Overall, I enjoyed it. You might too.

Of an era

White Album

 

What’s it about?
The White Album is a famous set of essays by Joan Didion about the various aspects of living in California in the 1960s and 1970s. She covers weird neighbors, the California governor’s mansion, how to pack, migraines, depression/anxiety, and a wide range of other topics. It is a window on a particular time in a particular place.

Why should you read it?
Well, if for no other reason that it allowed me to start describing my own kitchen as “for snackers, not for cooks.” (We’ve moved in the last few months. Our new kitchen isn’t set up for even semi-serious cooking.) There may be a bon mot for you too.

But it also is a window on an era: it’s a very specific slice of American history, when the baby boomers were protesting Vietnam, when the idealism of the 1960s  moved into the hedonism of the 1970s, and what it was like to be a young adult during that time. Now we’ve moved so far away from that to the-market-and-capitalism-will-fix-everything… It can be jarring to think of the world like that. Part of why we moved on is because of criticism like Didion’s. She didn’t give the era a warm, happy glow. She points out its flaws, and does it well.
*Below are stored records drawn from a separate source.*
namespace DepthStress.Core.Rock;

/// <summary>
/// Shear stiffness in the plane of the beds from the Stoneley wave at low frequency in a hole across the beds (White's
/// relation for a tube wave, recalled, not read).
/// </summary>
public static class StoneleyShear
{
    /// <summary>
    /// <c>C66 = rho_m Vst^2 / (1 - Vst^2 / Vm^2)</c>, Pa; NaN where the Stoneley wave is not slower than sound in the mud.
    /// </summary>
    /// <param name="stoneley">Velocity of the Stoneley wave, m/s.</param>
    /// <param name="mudDensity">Density of the mud, kg/m3.</param>
    /// <param name="mudVelocity">Velocity of sound in the mud, m/s.</param>
    public static double C66(double stoneley, double mudDensity, double mudVelocity)
    {
        var share = stoneley * stoneley / (mudVelocity * mudVelocity);
        return share < 1 ? mudDensity * stoneley * stoneley / (1 - share) : double.NaN;
    }
}
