using System.Numerics;
using System.Runtime.CompilerServices;

namespace DepthStress.Core.Rock;

/// <summary>
/// Dynamic elastic constants of isotropic rock from velocities and density (Mavko, Mukerji and Dvorkin 2009, The Rock
/// Physics Handbook, 2nd ed.; Zhang 2019, Applied Petroleum Geomechanics, pp. 66 and 72). A bulk modulus above zero needs
/// <c>Vp/Vs &gt; sqrt(4/3)</c>.
/// </summary>
public static class DynamicModuli
{
    /// <summary>Shear modulus, Pa: <c>rho Vs^2</c>.</summary>
    public static double Shear(double vs, double density) => density * vs * vs;

    /// <summary>Poisson's ratio: <c>(Vp^2 - 2 Vs^2) / (2 (Vp^2 - Vs^2))</c>.</summary>
    public static double Poisson(double vp, double vs)
    {
        double p = vp * vp, s = vs * vs;
        return (p - (2 * s)) / (2 * (p - s));
    }

    /// <summary>Young's modulus, Pa: <c>2 G (1 + nu)</c>.</summary>
    public static double Youngs(double vp, double vs, double density) => 2 * Shear(vs, density) * (1 + Poisson(vp, vs));

    /// <summary>Fills Young's modulus and Poisson's ratio; a missing input gives missing results.</summary>
    /// <param name="vp">Compressional velocity, m/s.</param>
    /// <param name="vs">Shear velocity, m/s.</param>
    /// <param name="density">Bulk density, kg/m3.</param>
    /// <param name="youngs">Young's modulus, Pa.</param>
    /// <param name="poisson">Poisson's ratio.</param>
    /// <exception cref="ArgumentException">Lengths differ.</exception>
    [MethodImpl(MethodImplOptions.AggressiveOptimization)]
    public static void Fill(
        ReadOnlySpan<double> vp, ReadOnlySpan<double> vs, ReadOnlySpan<double> density, Span<double> youngs, Span<double> poisson)
    {
        var n = vp.Length;
        if (vs.Length != n || density.Length != n || youngs.Length != n || poisson.Length != n)
            throw new ArgumentException("Lengths differ.", nameof(vp));
        var i = 0;
        for (; i <= n - Vector<double>.Count; i += Vector<double>.Count)
        {
            // The scalar formulas in the same order of operations: equal to the last bit.
            Vector<double> s = new(vs[i..]), pp = new(vp[i..]);
            var (p2, s2) = (pp * pp, s * s);
            var nu = (p2 - (2 * s2)) / (2 * (p2 - s2));
            nu.CopyTo(poisson[i..]);
            (2 * (new Vector<double>(density[i..]) * s * s) * (Vector<double>.One + nu)).CopyTo(youngs[i..]);
        }

        for (; i < n; i++)
        {
            youngs[i] = Youngs(vp[i], vs[i], density[i]);
            poisson[i] = Poisson(vp[i], vs[i]);
        }
    }
}
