using DepthStress.Core.Catalogue;
using DepthStress.Core.Diagnostics;

namespace DepthStress.Core.Rock;

/// <summary>How Biot's coefficient is had.</summary>
public sealed record BiotSettings
{
    /// <summary>The relation or constant that gives Biot's coefficient.</summary>
    public Setting<Law> Coefficient { get; init; }

    /// <summary>Bulk modulus of the grains, Pa.</summary>
    public Setting<double> MineralBulkModulus { get; init; }

    /// <summary>Shear modulus of the grains, Pa.</summary>
    public Setting<double> MineralShearModulus { get; init; }

    /// <summary>Shear velocity of the matrix, m/s.</summary>
    public Setting<double> MatrixShearVelocity { get; init; }

    /// <summary>Porosity at which the grains part, v/v.</summary>
    public Setting<double> CriticalPorosity { get; init; }

    /// <summary>These settings where they were decided, else those below them.</summary>
    public BiotSettings Over(BiotSettings below)
    {
        ArgumentNullException.ThrowIfNull(below);
        return new BiotSettings
        {
            Coefficient = Coefficient.Over(below.Coefficient),
            MineralBulkModulus = MineralBulkModulus.Over(below.MineralBulkModulus),
            MineralShearModulus = MineralShearModulus.Over(below.MineralShearModulus),
            MatrixShearVelocity = MatrixShearVelocity.Over(below.MatrixShearVelocity),
            CriticalPorosity = CriticalPorosity.Over(below.CriticalPorosity),
        };
    }
}
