namespace DepthStress.Core.Rock;

/// <summary>
/// The links between stiffnesses of the three-parameter shale of Schoenberg, Muir and Sayers (1996, J. Seismic Exploration 5,
/// 35-49) and of its modification with two factors from core.
/// </summary>
public static class AnnieConstraints
{
    /// <summary><c>C11 = z (C33 - 2 C44 + 2 C66)</c>; z = 1 is the unmodified link.</summary>
    public static double C11(double c33, double c44, double c66, double factor) => factor * ((2 * (c66 - c44)) + c33);

    /// <summary><c>C13 = (C11 - 2 C66) / x</c>, that is <c>C12 = x C13</c>; x = 1 is the unmodified link.</summary>
    public static double C13(double c11, double c66, double factor) => (c11 - (2 * c66)) / factor;
}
It’s a critical eye looking at a time that was often romanticized (at least when/were I grew up). For that, I am grateful.

Thoughtful feeling

the empathy exams

 

What’s it about?
The Empathy Exams is a series of personal essays – if they were strung into one, this would be a memoir. The first one is titled The Empathy Exams, and it’s about her job at a medical school. She’s required to portray different patients with different ailments and symptoms and willingnesses to talk about those symptoms. The medical students are required to talk to her to gather information to diagnose her, but also to improve their bedside manner. After the interviews, she has to grade them on, among other things, their empathy. Did the students make her feel like they felt her pain? She also gains a lot of insight into what empathy is. The rest of the essays in the book are about her putting herself into situations (or situations she’s already been in) and empathizing with the people around her. What can she learn about humanity?

Why should you read it?
Because learning about people and sympathizing with people is a good thing. Seriously, The Empathy Exams is an eloquent exploration of what it means to be a person. The author does a good job at making you feel her apprehension at getting an abortion. She communicates the horror of living in a world where drug lords are fighting for territory. But it’s never too heavy. It’s thoughtful. I enjoyed it.

Girl Power!

Not That Kind of Girl

 

What’s it about?
Not That Kind of Girl is about Lena Dunham’s life. I’d say it was a memoir, but it wasn’t. It was a series of essays, grouped by themes like “Love & Sex” or “Work.” She’s entertaining and kind of messed up in a punk-ish way. But she’s also clearly got a serious work ethic, and I suspect is less messed up than she portrays herself as.

Why should you read it?
Maybe if I watched Girls I’d’ve like it more. Not That Kind of Girl is a fine book, it just didn’t grab me in the way I thought it would. I like that it’s supportive of women and girl culture. I like that she shows herself and her flaws and that that’s ok. I like that she is ambitious as hell. I hate that she feels the need to downplay that ambition. But I don’t identify with her – that’s what I was missing. I’m not as punk or trendy or young, and I didn’t grow up with hippy parents in NYC. But I do think that Lena Dunham is a pretty good role model, and I’m happy she’s out there for people to look up to.